While much scholarly attention has been given to the negative influences of disinformation and algorithms, data alone cannot capture the whole story. Dynamics in the physical layer of the Internet help explain why user interactions over social media are marked by increasing anti-democratic attitudes.
I argue that anti-democratic digital trends can be traced to the lack of clear boundaries between public and private digital space. Centralized networks, though physically arranged into digital publics, design software to service the personalized computing needs of users. Such networks centralize computing resources and trap user devices into asymmetric clientelist relations. Platform authorities then shape the data consumption of users, as well as their means of data production, by optimizing user devices for the delivery for their software services.
As users become reliant on public-facing digital architecture to satisfy personalized needs, the boundary between public and private digital space becomes obscured and results in a weakened sense of user efficacy. Users subsequently experience few social pressures to develop the pro-social cooperative behaviors characteristic of democratic practice and instead develop entrenched reliance on -- and loyalty towards -- centralized network services. This combination of heavy reliance and inward turn contributes to digital conditions that inform and shape user behaviors. When such conditions are naturalized, users unknowingly adopt the digital habits of clients in expansive networks rather than of potential democratic digital citizens.

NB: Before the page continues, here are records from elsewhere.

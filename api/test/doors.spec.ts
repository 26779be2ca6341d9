import { type Role, roles } from '@ellwand/shared/records/roles';
import { doors, rolesThrough } from './doors/doors';
import { addressFor, type Door, runningRoutes } from './doors/routes';
import { type Agent, type House, openHouse } from './harness/house';
import type { TestPerson } from './harness/people';

const mayPass = (role: Role, door: Door) =>
  door === 'public' || door === 'signed-in' || rolesThrough[door].includes(role);

/** Whether the guards turned somebody away, rather than the verb behind them. */
const turnedAway = (code: unknown) => code === 'permission.refused' || code === 'session.none';

describe('every door of the house (ASVS 8.2.1, 8.3.1)', () => {
  let house: House;
  const people = new Map<Role, TestPerson>();
  beforeAll(async () => {
    house = await openHouse();
    for (const role of roles) people.set(role, await house.person(role));
  });
  afterAll(() => house.close());

  const knock = (agent: Agent, method: string, path: string) => {
    const verb = method.toLowerCase() as 'get' | 'post' | 'put' | 'patch' | 'delete';
    const request = agent[verb](addressFor(path)).set('If-Match', '"1"');
    return verb === 'get' ? request : request.send({});
  };

  it('is written down, and each that is written down is there', () => {
    expect(runningRoutes(house.app)).toEqual(Object.keys(doors).sort());
  });

  describe.each(Object.entries(doors))('%s: %s', (route, door) => {
    const [method = '', path = ''] = route.split(' ');

    it('without an account', async () => {
      const { status, body } = await knock(house.visitor(), method, path);
      if (door === 'public') {
        expect(status).not.toBe(403);
        // The one public door that asks for a cookie, since the access token may have run out.
        if (path !== '/api/v1/session/refresh') expect(status).not.toBe(401);
      } else {
        expect({ status, code: body.code }).toEqual({ status: 401, code: 'session.none' });
      }
    });

    it.each(roles)('as %s', async (role) => {
      const person = people.get(role);
      if (!person) throw new Error(`There is nobody who is ${role}`);
      const { status, body } = await knock(await house.signInAs(person), method, path);
      if (mayPass(role, door)) {
        expect(status).not.toBe(500);
        expect(turnedAway(body.code)).toBe(false);
      } else {
        expect({ status, code: body.code }).toEqual({ status: 403, code: 'permission.refused' });
      }
    });
  });

  it('stays shut for a change that another site, another port or no page asks for (ASVS 3.5.1)', async () => {
    const curator = people.get('curator');
    if (!curator) throw new Error('There is no curator');
    const origins = [undefined, 'null', 'https://elsewhere.example', 'http://127.0.0.1:1'];
    const changes = Object.keys(doors).filter((route) => !route.startsWith('GET '));
    for (const route of changes) {
      const [method = '', path = ''] = route.split(' ');
      for (const origin of origins) {
        const agent = await house.signInAs(curator);
        const request = knock(agent, method, path);
        const { body } = await (origin ? request.set('Origin', origin) : request.unset('Origin'));
        expect({ route, origin, code: body.code }).toEqual({ route, origin, code: 'origin.refused' });
      }
    }
  });

  it('is not opened by a method that asks differently', async () => {
    const agent = house.visitor().set('X-HTTP-Method-Override', 'DELETE');
    expect((await agent.get('/api/v1/session')).status).toBe(401);
    expect(
      (await house.visitor().options('/api/v1/session')).get('Access-Control-Allow-Origin'),
    ).toBeUndefined();
  });
});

To illustrate the political effects of such centralized networks, in this paper, I will explore the case of TikTok and the strategies that it deployed to fend against federal attempts at banning the platform. I will discuss how TikTok secured access to user mobile hardware by strategically baiting and locking-in new users, how the platform was able to deploy region-specific political messaging by leveraging cell-tower location tracing, and how TikTok effectively held user data hostage as a means of forcing a public outrage campaign against Congressional calls for the company to divest. This study will highlight that TikTok’s (thus far) successful campaign to remain operational and unaltered is not attributable to a close curation of platform content, nor to optimized algorithmic feeds. Rather, it has been TikTok’s consistent ability to appropriate user-end hardware for its purposes that has proven decisive for the platform. Though TikTok can indeed be a platform capable of realizing goals of free expression, of pro-social interactions, and of shared community, that the platform can be at once wholly captured and utilized by corporate authorities to serve private goals is deeply concerning. Beyond well-known concerns about the exposure of user data, this plain lack of insulation between corporate interest and the public sphere does not bode well for sustained digital democracy.
This study would contribute to the growing literature on building digital democracy, and supplement ongoing conversations about the role of disinformation and misinformation in disrupting the digital public sphere. It is hoped that closer analyses of the hardware layer of the Internet, which underpins and enables the interactions of cyberspace, will grant us greater clarity about the pressures and factors that affect user behaviors, preferences, and ultimately commitment to democratic practice in cyberspace.